5. The Financial Reporting Process
This process is not based on the basic processing of transactions reflecting economic
events, but concentrates upon the crucial consolidation and reporting of results to various
interested parties (i.e. management, investors, regulatory and statutory authorities).

6. The Corporate Framework Process


This process incorporates those activities concerned with ensuring effective and
appropriate governance processes and external accountability. It is to do with the
development and maintenance of values, culture and ethics, and effective management,
strategic, infrastructure and control frameworks that should aim to give form to the
underlying direction, structure and effectiveness of an organisation. This category can also
include issues such as specific industry regulations and compliance.

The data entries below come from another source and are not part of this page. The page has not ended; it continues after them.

impl Climate {
    /// Check every parameter; field paths start with `field` (for example `climate`).
    pub fn validate(&self, field: &str) -> Result<(), InputErrors> {
        let mut errs = InputErrors::default();
        let (tlo, thi) = AIR_TEMPERATURE_RANGE_C;
        match *self {
            Climate::Sinusoid {
                mean_c,
                amplitude_k,
                coldest_day_of_year,
                snow,
            } => {
                if let Some(s) = snow {
                    s.validate(&format!("{field}.snow"), &mut errs);
                }
                let m = check::within(
                    &mut errs,
                    &format!("{field}.mean_c"),
                    mean_c,
                    tlo,
                    thi,
                    "°C",
                );
                let a = check::within(
                    &mut errs,
                    &format!("{field}.amplitude_k"),
                    amplitude_k,
                    0.0,
                    MAX_AMPLITUDE_K,
                    "K",
                );
                if m && a && (mean_c - amplitude_k < tlo || mean_c + amplitude_k > thi) {
                    errs.push(
                        format!("{field}.amplitude_k"),
                        InputErrorKind::NotCovered(format!(
                            "the mean ± the amplitude must stay between {tlo} and {thi} °C (it spans {} to {} °C)",
                            mean_c - amplitude_k,
                            mean_c + amplitude_k
                        )),
                    );
                }
                if !(1..=365).contains(&coldest_day_of_year) {
                    errs.push(
                        format!("{field}.coldest_day_of_year"),
                        InputErrorKind::OutOfBounds {
                            value: coldest_day_of_year as f64,
                            min: 1.0,
                            max: 365.0,
                            unit: "",
                        },
                    );
                }
            }
            Climate::Series(_) => {}
            Climate::DesignWinter {
                freezing_index_c_days,
                season_days,
                mean_annual_c,
                snow,
            } => {
                if let Some(s) = snow {
                    s.validate(&format!("{field}.snow"), &mut errs);
                }
                let (flo, fhi) = DESIGN_FREEZING_INDEX_RANGE_C_DAYS;
                let (slo, shi) = DESIGN_SEASON_DAYS_RANGE;
                let f = check::within(
                    &mut errs,
                    &format!("{field}.freezing_index_c_days"),
                    freezing_index_c_days,
                    flo,
                    fhi,
                    "°C·days",
                );
                let s = check::within(
                    &mut errs,
                    &format!("{field}.season_days"),
                    season_days,
                    slo,
                    shi,
                    "days",
                );
                let m = check::within(
                    &mut errs,
                    &format!("{field}.mean_annual_c"),
                    mean_annual_c,
                    tlo,
                    thi,
                    "°C",
                );
                if f && s && m {
                    let (a, b) = design_winter_amplitudes_k(
                        freezing_index_c_days,
                        season_days,
                        mean_annual_c,
                    );
                    if b < 0.0 {
                        errs.push(
                            format!("{field}.mean_annual_c"),
                            InputErrorKind::NotCovered(format!(
                                "a mean annual temperature of {mean_annual_c} °C needs more freezing than the freezing index of {freezing_index_c_days} °C·days: it must be at least {:.3} °C (−F / 365)",
                                -freezing_index_c_days / DAYS_PER_YEAR
                            )),
                        );
                    }
                    if -a < tlo {
                        errs.push(
                            format!("{field}.season_days"),
                            InputErrorKind::NotCovered(format!(
                                "the coldest day would be {:.1} °C, below {tlo} °C: lengthen the season",
                                -a
                            )),
                        );
                    }
                    if b > thi {
                        errs.push(
                            format!("{field}.season_days"),
                            InputErrorKind::NotCovered(format!(
                                "the warmest day would be {b:.1} °C, above {thi} °C: shorten the season"
                            )),
                        );
                    }
                }
            }
        }
        errs.into_result()
    }

    /// Air temperature at `t_s` seconds from the start of the run, °C.
    pub fn air_temperature_c(&self, t_s: f64) -> f64 {
        match self {
            Climate::Sinusoid {
                mean_c,
                amplitude_k,
                coldest_day_of_year,
                ..
            } => {
                let t_c = (f64::from(*coldest_day_of_year) - 0.5) * SECONDS_PER_DAY;
                let period = DAYS_PER_YEAR * SECONDS_PER_DAY;
                mean_c - amplitude_k * (2.0 * std::f64::consts::PI * (t_s - t_c) / period).cos()
            }
            Climate::Series(s) => s.air_temperature_c(t_s),
            Climate::DesignWinter {
                freezing_index_c_days,
                season_days,
                mean_annual_c,
                ..
            } => {
                let (a, b) = design_winter_amplitudes_k(
                    *freezing_index_c_days,
                    *season_days,
                    *mean_annual_c,
                );
                let tau = (t_s / SECONDS_PER_DAY).rem_euclid(DAYS_PER_YEAR);
                let pi = std::f64::consts::PI;
                if tau <= *season_days {
                    -a * (pi * tau / season_days).sin()
                } else {
                    b * (pi * (tau - season_days) / (DAYS_PER_YEAR - season_days)).sin()
                }
            }
        }
    }

    /// Snow on the ground at `t_s`: a series that carries snow depths, or the snow season
    /// of a sinusoid or design winter.
    pub fn snow_at(&self, t_s: f64) -> Option<SnowCover> {
        match self {
            Climate::Series(s) => s.snow_at(t_s),
            Climate::Sinusoid { snow, .. } | Climate::DesignWinter { snow, .. } => {
                snow.as_ref().and_then(|s| s.at(t_s))
            }
        }
    }

    /// The mean and first harmonic of the air temperature ([`AnnualWave`]):
    /// - a sinusoid: its own mean, amplitude and coldest moment (noon of its coldest day);
    /// - a design winter: its mean M (exact by construction) and the first harmonic of the
    ///   constructed curve, fitted ([`fit_annual_wave`]) to 24 samples a day over its year
    ///   (each at the middle of its hour; the curve's two kinks at 0 °C make the error of
    ///   that quadrature about 1e-7 K);
    /// - a daily series: fitted to the daily means (at noon of their day) over as many whole
    ///   years of 365 days as the series holds from its first day, or over the whole series
    ///   if it is shorter than a year.
    pub fn annual_wave(&self) -> AnnualWave {
        let year = DAYS_PER_YEAR * SECONDS_PER_DAY;
        match self {
            Climate::Sinusoid {
                mean_c,
                amplitude_k,
                coldest_day_of_year,
                ..
            } => AnnualWave {
                mean_c: *mean_c,
                amplitude_k: *amplitude_k,
                coldest_s: ((f64::from(*coldest_day_of_year) - 0.5) * SECONDS_PER_DAY)
                    .rem_euclid(year),
            },
            Climate::DesignWinter { mean_annual_c, .. } => {
                let n = (DAYS_PER_YEAR * 24.0) as usize;
                let times: Vec<f64> = (0..n).map(|i| (i as f64 + 0.5) * 3600.0).collect();
                let values: Vec<f64> = times.iter().map(|&t| self.air_temperature_c(t)).collect();
                AnnualWave {
                    mean_c: *mean_annual_c,
                    ..fit_annual_wave(&times, &values)
                }
            }
            Climate::Series(s) => {
                let days = s.days();
                let whole = (days.len() / DAYS_PER_YEAR as usize) * DAYS_PER_YEAR as usize;
                let n = if whole > 0 { whole } else { days.len() };
                let times: Vec<f64> = (0..n).map(|i| (i as f64 + 0.5) * SECONDS_PER_DAY).collect();
                let values: Vec<f64> = days[..n].iter().map(|d| d.mean_air_c).collect();
                fit_annual_wave(&times, &values)
            }
        }
    }

    /// The natural length of a run, s: one year for the periodic climates, the record's
    /// length for a series.
    pub fn duration_s(&self) -> f64 {
        match self {
            Climate::Series(s) => s.duration_s(),
            _ => DAYS_PER_YEAR * SECONDS_PER_DAY,
        }
    }
}

/// A ground surface and its freezing n-factor: the ratio of the surface freezing index to
/// the air freezing index (UFC 3-130-04 Table 4-1, also TM 5-852-6, via the project's model
/// reference §4, marked there as read in the source).
#[derive(Debug, Clone, Copy, PartialEq, Eq, Hash)]
pub enum Surface {
    SnowCovered,
    Concrete,
    Asphalt,
    BareSoil,
    Shaded,
    Turf,
    TreeCovered,
}

/// Where the freezing n-factors come from.
pub const N_FACTOR_SOURCE: &str =
    "UFC 3-130-04, Table 4-1 (freezing n-factors); also US Army TM 5-852-6";

impl Surface {
    pub const ALL: [Surface; 7] = [
        Surface::SnowCovered,
        Surface::Concrete,
        Surface::Asphalt,
        Surface::BareSoil,
        Surface::Shaded,
        Surface::Turf,
        Surface::TreeCovered,
    ];
    pub fn id(self) -> &'static str {
        match self {
            Surface::SnowCovered => "snow",
            Surface::Concrete => "concrete",
            Surface::Asphalt => "asphalt",
            Surface::BareSoil => "bare-soil",
            Surface::Shaded => "shaded",
            Surface::Turf => "turf",
            Surface::TreeCovered => "tree-covered",
        }
    }
    pub fn from_id(id: &str) -> Option<Self> {
        Self::ALL.into_iter().find(|s| s.id() == id)
    }
    /// In plain words.
    pub fn name(self) -> &'static str {
        match self {
            Surface::SnowCovered => "Snow surface",
            Surface::Concrete => "Concrete",
            Surface::Asphalt => "Asphalt",
            Surface::BareSoil => "Bare soil",
            Surface::Shaded => "Shaded surface",
            Surface::Turf => "Turf (grass)",
            Surface::TreeCovered => "Ground under trees",
        }
    }
    /// Freezing n-factor (dimensionless).
    pub fn freezing_n_factor(self) -> f64 {
        match self {
            Surface::SnowCovered => 1.0,
            Surface::Concrete => 0.75,
            Surface::Asphalt => 0.7,
            Surface::BareSoil => 0.7,
            Surface::Shaded => 0.9,
            Surface::Turf => 0.5,
            Surface::TreeCovered => 0.3,
        }
    }
    pub fn source(self) -> &'static str {
        N_FACTOR_SOURCE
    }
}

/// Surface freezing index, °C·days: n × the air freezing index (same source as
/// [`Surface`]).
pub fn surface_freezing_index_c_days(n_factor: f64, air_freezing_index_c_days: f64) -> f64 {
    n_factor * air_freezing_index_c_days
}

An Alternative, More Detailed Classification of Business Processes


1. Cash process: The flow of cash into the business principally through payments from customers, the
custodial function with regard to that cash and the conversion of the cash in settlement of debts due
principally to suppliers.
2. Information process: The gathering of data and its conversion into information; the analysis of that
information leading to decisions which in turn result in data on performance.
3. Integrity process: “[the] controls over the creation, implementation, security and use of computer
programs, and controls over the security of data files. These controls, technically referred to as integrity
controls, constitute a cycle because they operate continuously from the time programs are instituted
and data are introduced into the computer records.”
4. Launching a new product process: The cycle that includes market research, R & D, provision of
necessary finance, tooling up (or the equivalent), commencement of production and the sales launch. 5.
Payments process:* “Transaction flows relating to expenditures and payments and related controls over
(among other activities) ordering and receipt of purchases, accounts payable, and cash disbursements.”
6. Planning and control process: Planning a course of action, executing that action, measuring the
results, comparing actual performance with planned performance and deciding upon corrective action.
7. Production process:* “Transaction flows relating to production of goods or services and related
controls over such activities as inventory transfers and charges to production for labour and overhead.”
8. Product life process: Commencing with the processes of launching a new product, through the routine
production phase, product revision and relaunch, product price adjustments, and termination or decline
of the product line.
9. Revenue process:* “Transaction flows relating to revenue generating and collection functions and
related controls over such activities as sales orders, shipping, and cash collection.”
10. Time process:* “Not strictly related to transaction flows, this cycle includes events caused by the
passage of time, controls that are applied only periodically, certain custodial activities, and the financial
reporting process.”

THE HALLMARKS OF A GOOD BUSINESS PROCESS


The following are some of the hallmarks of a sound business process:
1. designed to meet objectives which are clear;
2. has regard to competitive issues;
3. performance can be (and is) measured;
4. unsatisfactory performance is rectified;
5. activities are completed in a timely way;
6. processes are cost effective;
7. controls are “preventative” rather than merely “permissive”;
8. as few “movements”/“stages” as possible;
9. unnecessary steps have been eliminated;
• nothing is done which is unimportant to the achievement of objectives;
10. proper authorisations;
11. controls positioned as early as possible in the process;
12. documented;
13. has an audit trail;
14. right people doing the right job;
15. room for adaptation;
16. defines risks within the process itself.